Collected data
───
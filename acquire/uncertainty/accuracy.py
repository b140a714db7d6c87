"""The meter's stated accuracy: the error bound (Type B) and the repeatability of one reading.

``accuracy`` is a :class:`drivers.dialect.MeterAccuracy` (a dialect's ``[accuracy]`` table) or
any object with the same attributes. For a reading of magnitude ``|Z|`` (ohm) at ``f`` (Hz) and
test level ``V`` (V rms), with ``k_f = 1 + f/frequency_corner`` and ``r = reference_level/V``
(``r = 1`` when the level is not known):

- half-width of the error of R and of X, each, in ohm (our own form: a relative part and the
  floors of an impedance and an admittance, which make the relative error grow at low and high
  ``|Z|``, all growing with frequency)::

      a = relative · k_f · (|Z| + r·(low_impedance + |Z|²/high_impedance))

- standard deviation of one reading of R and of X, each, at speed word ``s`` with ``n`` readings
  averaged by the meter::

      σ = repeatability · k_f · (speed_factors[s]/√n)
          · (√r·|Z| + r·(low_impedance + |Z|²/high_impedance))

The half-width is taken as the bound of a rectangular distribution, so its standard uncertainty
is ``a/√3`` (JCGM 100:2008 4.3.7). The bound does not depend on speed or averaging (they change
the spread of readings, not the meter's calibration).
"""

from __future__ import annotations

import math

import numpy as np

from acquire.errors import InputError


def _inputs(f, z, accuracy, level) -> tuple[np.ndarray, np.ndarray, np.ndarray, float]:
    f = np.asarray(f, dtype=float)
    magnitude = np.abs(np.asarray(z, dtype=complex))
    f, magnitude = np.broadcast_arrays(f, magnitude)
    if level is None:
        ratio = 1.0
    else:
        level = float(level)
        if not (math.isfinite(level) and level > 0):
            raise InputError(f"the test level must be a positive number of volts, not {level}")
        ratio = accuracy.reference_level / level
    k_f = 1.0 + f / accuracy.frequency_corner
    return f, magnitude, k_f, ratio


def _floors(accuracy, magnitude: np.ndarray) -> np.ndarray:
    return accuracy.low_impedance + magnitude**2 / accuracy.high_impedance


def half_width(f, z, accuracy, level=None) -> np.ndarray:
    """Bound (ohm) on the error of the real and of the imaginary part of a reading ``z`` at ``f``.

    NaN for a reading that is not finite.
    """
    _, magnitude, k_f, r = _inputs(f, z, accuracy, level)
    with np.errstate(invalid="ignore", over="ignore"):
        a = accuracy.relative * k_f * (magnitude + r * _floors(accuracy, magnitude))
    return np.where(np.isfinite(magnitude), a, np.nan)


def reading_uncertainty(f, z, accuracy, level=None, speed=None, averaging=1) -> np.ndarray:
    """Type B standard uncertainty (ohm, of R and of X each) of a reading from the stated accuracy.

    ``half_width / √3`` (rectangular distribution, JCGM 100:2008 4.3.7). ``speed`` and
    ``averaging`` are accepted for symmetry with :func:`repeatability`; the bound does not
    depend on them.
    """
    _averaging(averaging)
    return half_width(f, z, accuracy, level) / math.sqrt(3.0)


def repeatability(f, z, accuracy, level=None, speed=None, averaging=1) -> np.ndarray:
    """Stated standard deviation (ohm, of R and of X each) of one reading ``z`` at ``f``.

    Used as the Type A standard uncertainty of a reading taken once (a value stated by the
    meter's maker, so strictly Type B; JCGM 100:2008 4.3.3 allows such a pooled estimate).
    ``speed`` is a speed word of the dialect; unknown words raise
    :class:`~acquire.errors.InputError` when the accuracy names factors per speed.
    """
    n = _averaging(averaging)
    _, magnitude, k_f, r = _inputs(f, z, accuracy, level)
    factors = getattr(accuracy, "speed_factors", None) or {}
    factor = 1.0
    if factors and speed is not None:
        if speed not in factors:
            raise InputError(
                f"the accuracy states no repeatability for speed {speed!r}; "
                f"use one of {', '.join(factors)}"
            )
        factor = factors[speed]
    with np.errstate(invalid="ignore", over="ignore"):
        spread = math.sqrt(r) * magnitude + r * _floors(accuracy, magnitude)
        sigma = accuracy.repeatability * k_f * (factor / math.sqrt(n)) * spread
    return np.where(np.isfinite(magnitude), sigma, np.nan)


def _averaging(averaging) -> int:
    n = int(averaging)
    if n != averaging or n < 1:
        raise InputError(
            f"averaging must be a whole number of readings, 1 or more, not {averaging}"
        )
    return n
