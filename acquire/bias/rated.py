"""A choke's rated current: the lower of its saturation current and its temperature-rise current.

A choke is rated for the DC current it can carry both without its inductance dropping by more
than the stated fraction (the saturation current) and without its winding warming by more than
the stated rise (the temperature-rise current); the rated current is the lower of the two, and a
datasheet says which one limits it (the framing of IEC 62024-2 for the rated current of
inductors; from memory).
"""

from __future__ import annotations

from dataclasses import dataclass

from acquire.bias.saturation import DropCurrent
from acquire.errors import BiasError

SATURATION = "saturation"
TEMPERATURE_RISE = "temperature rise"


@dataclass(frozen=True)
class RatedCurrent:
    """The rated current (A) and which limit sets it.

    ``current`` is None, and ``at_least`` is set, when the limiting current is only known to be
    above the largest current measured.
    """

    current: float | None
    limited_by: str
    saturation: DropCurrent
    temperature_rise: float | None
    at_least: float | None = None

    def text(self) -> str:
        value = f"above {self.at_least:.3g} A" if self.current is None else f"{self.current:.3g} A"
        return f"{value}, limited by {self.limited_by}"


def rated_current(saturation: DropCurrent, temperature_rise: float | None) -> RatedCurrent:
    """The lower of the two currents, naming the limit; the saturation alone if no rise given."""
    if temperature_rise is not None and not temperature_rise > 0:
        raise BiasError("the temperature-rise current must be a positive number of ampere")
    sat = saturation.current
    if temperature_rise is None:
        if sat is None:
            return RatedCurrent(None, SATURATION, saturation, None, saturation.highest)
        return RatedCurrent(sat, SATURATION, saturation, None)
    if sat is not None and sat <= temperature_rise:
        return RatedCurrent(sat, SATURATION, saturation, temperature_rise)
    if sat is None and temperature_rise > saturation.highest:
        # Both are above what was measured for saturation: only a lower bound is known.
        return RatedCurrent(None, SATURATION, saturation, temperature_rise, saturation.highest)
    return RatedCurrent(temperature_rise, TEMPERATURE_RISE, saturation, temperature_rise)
───
A complete, exact copy of the entries above is what is wanted.

## SOLUTION TO THIS EXERCISE:
filename acquire/uncertainty/accuracy.py
repository b140a714db7d6c87
"""The meter's stated accuracy: the error bound (Type B) and the repeatability of one reading.

``accuracy`` is a :class:`drivers.dialect.MeterAccuracy` (a dialect's ``[accuracy]`` table) or
any object with the same attributes. For a reading of magnitude ``|Z|`` (ohm) at ``f`` (Hz) and
test level ``V`` (V rms), with ``k_f = 1 + f/frequency_corner`` and ``r = reference_level/V``
(``r = 1`` when the level is not known):

- half-width of the error of R and of X, each, in ohm (our own form: a relative part and the
  floors of an impedance and an admittance, which make the relative error grow at low and high
  ``|Z|``, all growing with frequency)::

      a = relative · k_f · (|Z| + r·(low_impedance + |Z|²/high_impedance))

- standard deviation of one reading of R and of X, each, at speed word ``s`` with ``n`` readings
  averaged by the meter::

      σ = repeatability · k_f · (speed_factors[s]/√n)
          · (√r·|Z| + r·(low_impedance + |Z|²/high_impedance))

The half-width is taken as the bound of a rectangular distribution, so its standard uncertainty
is ``a/√3`` (JCGM 100:2008 4.3.7). The bound does not depend on speed or averaging (they change
the spread of readings, not the meter's calibration).
"""

from __future__ import annotations

import math

import numpy as np

from acquire.errors import InputError


def _inputs(f, z, accuracy, level) -> tuple[np.ndarray, np.ndarray, np.ndarray, float]:
    f = np.asarray(f, dtype=float)
    magnitude = np.abs(np.asarray(z, dtype=complex))
    f, magnitude = np.broadcast_arrays(f, magnitude)
    if level is None:
        ratio = 1.0
    else:
        level = float(level)
        if not (math.isfinite(level) and level > 0):
            raise InputError(f"the test level must be a positive number of volts, not {level}")
        ratio = accuracy.reference_level / level
    k_f = 1.0 + f / accuracy.frequency_corner
    return f, magnitude, k_f, ratio


def _floors(accuracy, magnitude: np.ndarray) -> np.ndarray:
    return accuracy.low_impedance + magnitude**2 / accuracy.high_impedance


def half_width(f, z, accuracy, level=None) -> np.ndarray:
    """Bound (ohm) on the error of the real and of the imaginary part of a reading ``z`` at ``f``.

    NaN for a reading that is not finite.
    """
    _, magnitude, k_f, r = _inputs(f, z, accuracy, level)
    with np.errstate(invalid="ignore", over="ignore"):
        a = accuracy.relative * k_f * (magnitude + r * _floors(accuracy, magnitude))
    return np.where(np.isfinite(magnitude), a, np.nan)


def reading_uncertainty(f, z, accuracy, level=None, speed=None, averaging=1) -> np.ndarray:
    """Type B standard uncertainty (ohm, of R and of X each) of a reading from the stated accuracy.

    ``half_width / √3`` (rectangular distribution, JCGM 100:2008 4.3.7). ``speed`` and
    ``averaging`` are accepted for symmetry with :func:`repeatability`; the bound does not
    depend on them.
    """
    _averaging(averaging)
    return half_width(f, z, accuracy, level) / math.sqrt(3.0)


def repeatability(f, z, accuracy, level=None, speed=None, averaging=1) -> np.ndarray:
    """Stated standard deviation (ohm, of R and of X each) of one reading ``z`` at ``f``.

    Used as the Type A standard uncertainty of a reading taken once (a value stated by the
    meter's maker, so strictly Type B; JCGM 100:2008 4.3.3 allows such a pooled estimate).
    ``speed`` is a speed word of the dialect; unknown words raise
    :class:`~acquire.errors.InputError` when the accuracy names factors per speed.
    """
    n = _averaging(averaging)
    _, magnitude, k_f, r = _inputs(f, z, accuracy, level)
    factors = getattr(accuracy, "speed_factors", None) or {}
    factor = 1.0
    if factors and speed is not None:
        if speed not in factors:
            raise InputError(
                f"the accuracy states no repeatability for speed {speed!r}; "
                f"use one of {', '.join(factors)}"
            )
        factor = factors[speed]
    with np.errstate(invalid="ignore", over="ignore"):
        spread = math.sqrt(r) * magnitude + r * _floors(accuracy, magnitude)
        sigma = accuracy.repeatability * k_f * (factor / math.sqrt(n)) * spread
    return np.where(np.isfinite(magnitude), sigma, np.nan)


def _averaging(averaging) -> int:
    n = int(averaging)
    if n != averaging or n < 1:
        raise InputError(
            f"averaging must be a whole number of readings, 1 or more, not {averaging}"
        )
    return n
filename acquire/bias/rated.py
"""A choke's rated current: the lower of its saturation current and its temperature-rise current.

A choke is rated for the DC current it can carry both without its inductance dropping by more
than the stated fraction (the saturation current) and without its winding warming by more than
the stated rise (the temperature-rise current); the rated current is the lower of the two, and a
datasheet says which one limits it (the framing of IEC 62024-2 for the rated current of
inductors; from memory).
"""

from __future__ import annotations

from dataclasses import dataclass

from acquire.bias.saturation import DropCurrent
from acquire.errors import BiasError

SATURATION = "saturation"
TEMPERATURE_RISE = "temperature rise"


@dataclass(frozen=True)
class RatedCurrent:
    """The rated current (A) and which limit sets it.

    ``current`` is None, and ``at_least`` is set, when the limiting current is only known to be
    above the largest current measured.
    """

    current: float | None
    limited_by: str
    saturation: DropCurrent
    temperature_rise: float | None
    at_least: float | None = None

    def text(self) -> str:
        value = f"above {self.at_least:.3g} A" if self.current is None else f"{self.current:.3g} A"
        return f"{value}, limited by {self.limited_by}"


def rated_current(saturation: DropCurrent, temperature_rise: float | None) -> RatedCurrent:
    """The lower of the two currents, naming the limit; the saturation alone if no rise given."""
    if temperature_rise is not None and not temperature_rise > 0:
        raise BiasError("the temperature-rise current must be a positive number of ampere")
    sat = saturation.current
    if temperature_rise is None:
        if sat is None:
            return RatedCurrent(None, SATURATION, saturation, None, saturation.highest)
        return RatedCurrent(sat, SATURATION, saturation, None)
    if sat is not None and sat <= temperature_rise:
        return RatedCurrent(sat, SATURATION, saturation, temperature_rise)
    if sat is None and temperature_rise > saturation.highest:
        # Both are above what was measured for saturation: only a lower bound is known.
        return RatedCurrent(None, SATURATION, saturation, temperature_rise, saturation.highest)
    return RatedCurrent(temperature_rise, TEMPERATURE_RISE, saturation, temperature_rise)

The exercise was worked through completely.